Asia Health Policy Postdoctoral Fellow Radhika Jain Wins Prestigious Health Economics Award

Jain is the recipient of the inaugural Adam Wagstaff Award for Outstanding Research on the Economics of Healthcare Financing and Delivery in Low- and middle-Income Countries. Her award-winning paper provides the first large-scale evidence on the behavior of private hospitals within public health insurance in India.
Portrait of Radhika Jain with text congratulating her on winning the inaugural Adam Wagstaff award

Shorenstein APARC is pleased to share that Radhika Jain, our 2019-22 Asia Health Policy Postdoctoral Fellow, is the recipient of the inaugural Adam Wagstaff Award for Outstanding Research on the Economics of Healthcare Financing and Delivery in Low- and middle-Income Countries. Hosted by the International Health Economics Association (iHEA), the award recognizes Jain’s excellent paper, "Private Hospital Behavior Under Government Health Insurance in India." She received the award on July 13 at a special session of the iHEA 2021 Congress.

Jain is a health economist working on public health policy in India. Her research focuses on the role of the private sector in the country’s health system, frictions in health care markets, socioeconomic and gender inequality, and health policy design.

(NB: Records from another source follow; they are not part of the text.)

using System.Globalization;
using Bandtide.Core.Bands;
using Bandtide.Core.Sheets;
using Bandtide.Testing;

namespace Bandtide.Core.Tests.Sheets;

/// <summary>Measured files read in full against sums made by plain splitting and decimal arithmetic.</summary>
public sealed class MeasuredSheetTests
{
    public static TheoryData<string> Files { get; } = [MeasuredData.Tokyo, .. MeasuredData.Beside];

    public static bool AnyBeside => MeasuredData.Beside.Count > 0;

    [Theory]
    [MemberData(nameof(Files))]
    public void Every_value_of_a_measured_file_is_read_packed_and_written_again(string path)
    {
        var body = File.ReadAllBytes(path);
        var days = Read(body);
        var lines = File.ReadAllLines(path);
        var columns = lines[0].Split(',');
        var rows = lines.Skip(1).Select(line => line.Split(',')).ToArray();
        Assert.All(days, day => Assert.Empty(day.Reading.Problems));
        Assert.Equal(rows.Select(row => row[Array.IndexOf(columns, "date")]).Distinct(StringComparer.Ordinal), days.Select(day => day.DateText));
        var writer = new System.Buffers.ArrayBufferWriter<byte>();
        DaySheetCsv.WriteHeader(writer, withDate: true);
        foreach (var sheet in days.Select(day => day.Reading.Sheet!))
        {
            var cells = SheetCodec.Decode(SheetCodec.Encode(sheet.Cells));
            DaySheetCsv.WriteRows(writer, new(sheet.Date, cells), BandPlan.Standard);
        }

        foreach (var sheets in new[] { days, Read(writer.WrittenSpan.ToArray()) })
        {
            Assert.Equal(rows.Length, sheets.Sum(day => day.Reading.Sheet!.Cells.Count));
            foreach (var quantity in Enum.GetValues<Quantity>())
            {
                var column = Array.IndexOf(columns, SheetFields.Csv[(int)SheetFields.FieldOf(quantity)]);
                var texts = rows.Where(_ => column >= 0).Select(row => row[column]).Where(text => text.Length > 0).ToArray();
                var decimals = SheetFields.Decimals(quantity);
                var values = sheets.SelectMany(day => day.Reading.Sheet!.Cells.Plane(quantity).ToArray()).Where(value => value != CellGrid.Missing).ToArray();
                Assert.Equal(texts.Length, values.Length);
                Assert.Equal(texts.Sum(text => decimal.Round(decimal.Parse(text, CultureInfo.InvariantCulture), decimals, MidpointRounding.AwayFromZero)), values.Sum(value => FixedPoint.Number(value, decimals)));
            }
        }
    }

    [Fact(Skip = "No folder shared/data/daysheets beside the repository: only the file in Measured is read.", SkipUnless = nameof(AnyBeside))]
    public void Files_beside_the_repository_are_read_too() => Assert.True(Files.Count > 1);

    private static List<BulkDay> Read(byte[] body)
    {
        var (reader, days) = (new BulkCsvReader(SheetSamples.Context), new List<BulkDay>());
        reader.Feed(body, days);
        reader.Finish(endedProperly: true, days);
        return days;
    }
}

Her award-winning paper provides the first large-scale evidence on the behavior of private hospitals within public health insurance programs in India. In a major policy shift away from direct public provision of health care, the Indian government has been expanding health insurance programs that contract private hospitals for service delivery and pay them at fixed rates for services. Until now, however, there has been little empirical evidence on the behavior of private hospitals within these programs. 

Earlier this year, Jain presented the results of her study as part of the Asia Health Policy Program’s 2020-21 colloquium series, "Health, Medicine, and Longevity: Exploring Public and Private Roles.” Watch the conversation here:

For her research, Jain used over 1.6 million insurance claims, 20,000 patient surveys, and a policy-induced natural experiment that changed hospital reimbursement rates. Her study reveals that private hospitals in India engage in coding manipulation to increase revenues at government expense and charge patients out-of-pocket for care against program rules. As a result, almost half of all patients pay for care that should be free, and these payments constitute a 35% markup over the price the government pays. The charges decrease if reimbursement rates increase, but hospitals capture approximately half the increased reimbursements.

Jain's findings indicate that hospitals exploit market frictions and poor program enforcement to capture a substantial share of the public subsidy as profit. “In contexts of weak oversight,” she writes, “profit-motivated private agents systematically flout program rules to increase their revenues at considerable expense to the government and patients.”

She also finds, however, that hospital non-compliance partially compensates for prices set too low to meet the participation constraints of agents. Reimbursement rates, says Jain, are a significant policy lever that drives agent behavior, and simply increasing monitoring without appropriate price-setting may increase compliance but decrease service provision.

Jain’s research shows that market structure — a factor rarely taken into account in social policy design in lower-income contexts — can affect the extent to which public subsidies benefit citizens. Her findings provide broader insights into contracting the private sector for delivering health and other social services in settings with limited institutional capacity for monitoring and optimal price-setting.

On our podcast, Jain discusses her efforts to develop measures that improve how health systems serve vulnerable populations and her collaborative research with Stanford development economist Pascaline Dupas on how India's COVID-19 lockdown affected access to non-COVID-related health care and outcomes. Listen here:

The Adam Wagstaff Award honors the legacy of the late Adam Wagstaff, who was a research manager in the Development Research Group of the World Bank and former president of iHEA, and celebrates his lifelong commitment to improving healthcare financing and delivery and promoting equity in low- and middle-income countries. The award also contributes to iHEA’s efforts to promote excellence in health economics globally and advance internationalization through greater inclusion of low- and middle-income country researchers.

Congratulations, Dr. Jain, on this well-deserved honor!